▸ **Work task**
Scan the records below for the line containing "const char *name;" and the line containing "size_t a = k". Copy both, plus every line between, exactly.

(Extracted records)
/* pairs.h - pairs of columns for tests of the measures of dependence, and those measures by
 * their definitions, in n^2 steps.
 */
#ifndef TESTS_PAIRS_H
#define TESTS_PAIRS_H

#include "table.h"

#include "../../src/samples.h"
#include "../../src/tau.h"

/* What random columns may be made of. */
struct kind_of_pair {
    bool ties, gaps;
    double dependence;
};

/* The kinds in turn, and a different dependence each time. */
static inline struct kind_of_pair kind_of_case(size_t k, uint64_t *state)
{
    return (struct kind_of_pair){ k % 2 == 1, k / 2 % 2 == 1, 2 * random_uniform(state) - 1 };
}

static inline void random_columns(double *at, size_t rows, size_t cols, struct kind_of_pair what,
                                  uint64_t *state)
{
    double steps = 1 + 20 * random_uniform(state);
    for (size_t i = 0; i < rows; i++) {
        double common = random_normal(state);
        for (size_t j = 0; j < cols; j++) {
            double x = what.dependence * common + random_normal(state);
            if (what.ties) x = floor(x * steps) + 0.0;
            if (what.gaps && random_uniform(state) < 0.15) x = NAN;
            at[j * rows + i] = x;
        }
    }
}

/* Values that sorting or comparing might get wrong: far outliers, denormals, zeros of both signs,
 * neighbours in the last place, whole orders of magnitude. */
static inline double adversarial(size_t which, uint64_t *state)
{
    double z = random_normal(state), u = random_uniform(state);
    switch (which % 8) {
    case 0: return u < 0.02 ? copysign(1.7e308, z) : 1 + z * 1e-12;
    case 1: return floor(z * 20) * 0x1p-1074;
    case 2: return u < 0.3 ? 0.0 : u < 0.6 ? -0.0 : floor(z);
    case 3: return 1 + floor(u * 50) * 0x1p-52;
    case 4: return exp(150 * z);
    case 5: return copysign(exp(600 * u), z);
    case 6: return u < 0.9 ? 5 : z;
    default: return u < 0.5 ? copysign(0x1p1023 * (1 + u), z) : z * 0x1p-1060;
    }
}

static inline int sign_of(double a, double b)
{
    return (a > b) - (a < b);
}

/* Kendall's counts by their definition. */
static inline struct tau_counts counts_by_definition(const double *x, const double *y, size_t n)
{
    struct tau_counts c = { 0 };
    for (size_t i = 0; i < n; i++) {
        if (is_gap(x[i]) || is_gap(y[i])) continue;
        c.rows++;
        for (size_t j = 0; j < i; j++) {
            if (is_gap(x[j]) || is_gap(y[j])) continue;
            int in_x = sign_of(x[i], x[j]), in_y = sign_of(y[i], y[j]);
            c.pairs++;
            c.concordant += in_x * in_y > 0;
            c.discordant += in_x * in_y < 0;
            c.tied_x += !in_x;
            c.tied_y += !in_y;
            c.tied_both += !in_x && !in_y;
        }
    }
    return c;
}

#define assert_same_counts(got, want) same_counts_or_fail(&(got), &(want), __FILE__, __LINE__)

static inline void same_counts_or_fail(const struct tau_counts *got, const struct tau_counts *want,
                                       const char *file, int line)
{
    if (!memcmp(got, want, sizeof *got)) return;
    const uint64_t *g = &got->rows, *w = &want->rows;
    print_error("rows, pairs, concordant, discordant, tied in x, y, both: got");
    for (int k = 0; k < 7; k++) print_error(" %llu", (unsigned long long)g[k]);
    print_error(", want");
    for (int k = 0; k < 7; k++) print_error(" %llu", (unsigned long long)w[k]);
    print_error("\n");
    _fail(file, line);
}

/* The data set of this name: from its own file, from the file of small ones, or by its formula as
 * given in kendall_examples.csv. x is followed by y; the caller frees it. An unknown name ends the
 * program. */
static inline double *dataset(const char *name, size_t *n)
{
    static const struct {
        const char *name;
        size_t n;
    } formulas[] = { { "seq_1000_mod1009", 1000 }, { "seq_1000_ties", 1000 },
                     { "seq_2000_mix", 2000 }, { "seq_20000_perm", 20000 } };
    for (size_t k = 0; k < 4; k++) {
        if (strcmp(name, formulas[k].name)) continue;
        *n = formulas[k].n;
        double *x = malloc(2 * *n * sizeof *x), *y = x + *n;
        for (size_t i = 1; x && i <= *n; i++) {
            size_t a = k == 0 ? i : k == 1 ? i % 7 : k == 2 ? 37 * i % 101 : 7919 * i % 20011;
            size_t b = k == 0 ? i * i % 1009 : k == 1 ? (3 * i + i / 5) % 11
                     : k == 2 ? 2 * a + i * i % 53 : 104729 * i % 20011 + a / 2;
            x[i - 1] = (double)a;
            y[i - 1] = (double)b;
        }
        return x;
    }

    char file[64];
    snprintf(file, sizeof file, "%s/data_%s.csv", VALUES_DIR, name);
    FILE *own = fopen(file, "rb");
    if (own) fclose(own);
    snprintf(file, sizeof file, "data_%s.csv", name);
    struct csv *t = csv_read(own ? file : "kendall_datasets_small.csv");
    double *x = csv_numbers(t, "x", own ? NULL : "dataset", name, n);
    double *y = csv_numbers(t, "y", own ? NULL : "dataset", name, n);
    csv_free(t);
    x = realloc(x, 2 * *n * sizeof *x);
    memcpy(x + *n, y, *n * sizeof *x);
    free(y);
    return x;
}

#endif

▸ **Response to this task**
        const char *name;
        size_t n;
    } formulas[] = { { "seq_1000_mod1009", 1000 }, { "seq_1000_ties", 1000 },
                     { "seq_2000_mix", 2000 }, { "seq_20000_perm", 20000 } };
    for (size_t k = 0; k < 4; k++) {
        if (strcmp(name, formulas[k].name)) continue;
        *n = formulas[k].n;
        double *x = malloc(2 * *n * sizeof *x), *y = x + *n;
        for (size_t i = 1; x && i <= *n; i++) {
            size_t a = k == 0 ? i : k == 1 ? i % 7 : k == 2 ? 37 * i % 101 : 7919 * i % 20011;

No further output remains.